從下載並安裝適用於區塊節點中安裝之磁碟機的最新磁碟機韌體 "NetApp支援網站"。您可以手動升級它們、或將它們納入 packages/ Ansible 控制節點的目錄、然後在中填入下列參數 eseries_storage_systems.yml 、以使用 Ansible 進行升級：

eseries_drive_firmware_firmware_list:
  - "packages/<FILENAME>.dlp"
eseries_drive_firmware_upgrade_drives_online: true

將「Eseria_drive_韌體_grade_drives_online」設定為「假」會加速升級、但必須等到部署BeeGFS之後才能執行。這是因為該設定需要在升級前停止所有磁碟機的I/O、以避免應用程式錯誤。雖然在設定磁碟區之前執行線上磁碟機韌體升級仍很快、但我們建議您將此值設為「true」、以避免日後發生問題。

若要最佳化效能、請對全域組態進行下列變更：

# Global Configuration Defaults
eseries_system_cache_block_size: 32768
eseries_system_cache_flush_threshold: 80
eseries_system_default_host_type: linux dm-mp
eseries_system_autoload_balance: disabled
eseries_system_host_connectivity_reporting: disabled
eseries_system_controller_shelf_id: 99 # Required.
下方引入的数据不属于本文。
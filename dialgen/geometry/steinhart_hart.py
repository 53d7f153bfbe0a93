"""Resistances that fall as they warm: Steinhart and Hart's equation, and beta's law within it.

1/T = a + b·ln R + c·(ln R)³ (J. S. Steinhart, S. R. Hart, Deep-Sea Research 15 (1968) 497).  With c = 0
it is beta's law, R = R25·exp(beta·(1/T - 1/T25)).
"""

from __future__ import annotations

import math
from collections.abc import Sequence
from dataclasses import dataclass

import numpy as np

from dialgen.quantity import ZERO_CELSIUS_K
from dialgen.roots import bracketed_roots
from dialgen.stage import Array, Span

HOTTEST_C = 1000.0
_T25_K = ZERO_CELSIUS_K + 25.0
_PLACES = 129
_LOG_LIMIT = math.log(1e18)
"""Nothing is sought beyond 1e18 Ω, nor below 1e-18 Ω."""


@dataclass(frozen=True, slots=True)
class SteinhartHart:
    """The equation with T in kelvin and R in ohms."""

    a: float
    b: float
    c: float

    def reciprocal(self, logs: Array) -> Array:
        """Return 1/T at natural logarithms of the resistance."""
        return self.a + logs * (self.b + self.c * logs * logs)

    def falling(self) -> Span | None:
        """Return over which logarithms the resistance falls as it warms; None where it never does.

        Where the equation turns, the stretch between its turns or the one of high resistance is meant.
        """
        if self.b <= 0 and self.c <= 0:
            return None
        turn = math.sqrt(-self.b / self.c / 3.0) if self.b * self.c < 0 else math.inf
        low, high = (-turn, turn) if self.b > 0 else (turn if self.b else 0.0, math.inf)
        return max(low, -_LOG_LIMIT), min(high, _LOG_LIMIT)


def by_beta(r25_ohm: float, beta_k: float) -> SteinhartHart:
    """Return the equation that is beta's law through a resistance at 25 °C."""
    return SteinhartHart(1.0 / _T25_K - math.log(r25_ohm) / beta_k, 1.0 / beta_k, 0.0)


def through_points(kelvins: Sequence[float], ohms: Sequence[float]) -> SteinhartHart | None:
    """Return the equation through three points; None where none goes through them and falls between.

    Divided differences of 1/T over ln R: the cubic without its square is one straight line in them.

    Args:
        kelvins: three temperatures.
        ohms: the resistance at each.
    """
    (u1, u2, u3), (x1, x2, x3) = (1.0 / k for k in kelvins), (math.log(ohm) for ohm in ohms)
    try:
        first, second = (u2 - u1) / (x2 - x1), (u3 - u1) / (x3 - x1)
        c = (second - first) / (x3 - x2) / (x1 + x2 + x3)
    except ZeroDivisionError:
        return None
    b = first - c * (x1 * x1 + x1 * x2 + x2 * x2)
    made = SteinhartHart(u1 - x1 * (b + c * x1 * x1), b, c)
    falling = made.falling()
    fits = falling is not None and falling[0] <= min(x1, x2, x3) and max(x1, x2, x3) <= falling[1]
    return made if fits else None


@dataclass(frozen=True, slots=True, eq=False)
class FallingResistance:
    """The equation as a stage from °C to ohms, over ascending logarithms of the resistance."""

    equation: SteinhartHart
    logs: Array
    domain: Span

    @property
    def image(self) -> Span:
        """The resistance at the hot end and at the cold one."""
        cold_ohm, hot_ohm = self.forward(np.array(self.domain)).tolist()
        return hot_ohm, cold_ohm

    def forward(self, x: Array) -> Array:
        """Return ohms."""
        u = 1.0 / (np.asarray(x, dtype=float) + ZERO_CELSIUS_K)
        ends = self.equation.reciprocal(self.logs[[0, -1]])
        return np.exp(bracketed_roots(self.equation.reciprocal, self.logs, np.clip(u, *ends)))

    def inverse(self, y: Array) -> Array:
        """Return temperatures in °C."""
        return 1.0 / self.equation.reciprocal(np.log(y)) - ZERO_CELSIUS_K


def falling_resistance(equation: SteinhartHart) -> FallingResistance | None:
    """Return the equation as a stage as far as it falls, up to 1000 °C; None where it never does.

    It falls at no temperature where its coefficients are not positive, or are off by powers of ten.
    """
    falling = equation.falling()
    if falling is None:
        return None
    logs = np.linspace(*falling, _PLACES)
    hot, cold = equation.reciprocal(logs[[0, -1]]).tolist()
    least = 1.0 / (HOTTEST_C + ZERO_CELSIUS_K)
    if not least < cold < math.inf:
        return None
    hottest_c = HOTTEST_C if hot <= least else 1.0 / hot - ZERO_CELSIUS_K
    return FallingResistance(equation, logs, (1.0 / cold - ZERO_CELSIUS_K, hottest_c))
若要確保最佳的Volume資源配置和行為、請指定下列參數：

# Storage Provisioning Defaults
eseries_volume_size_unit: pct
eseries_volume_read_cache_enable: true
eseries_volume_read_ahead_enable: false
eseries_volume_write_cache_enable: true
eseries_volume_write_cache_mirror_enable: true
eseries_volume_cache_without_batteries: false
eseries_storage_pool_usable_drives: "99:0,99:23,99:1,99:22,99:2,99:21,99:3,99:20,99:4,99:19,99:5,99:18,99:6,99:17,99:7,99:16,99:8,99:15,99:9,99:14,99:10,99:13,99:11,99:12"

針對「Eseria_storage資源池可用磁碟機」指定的值、是NetApp EF600區塊節點的專屬值、可控制磁碟機指派給新Volume群組的順序。此順序可確保每個群組的I/O平均分散於後端磁碟機通道。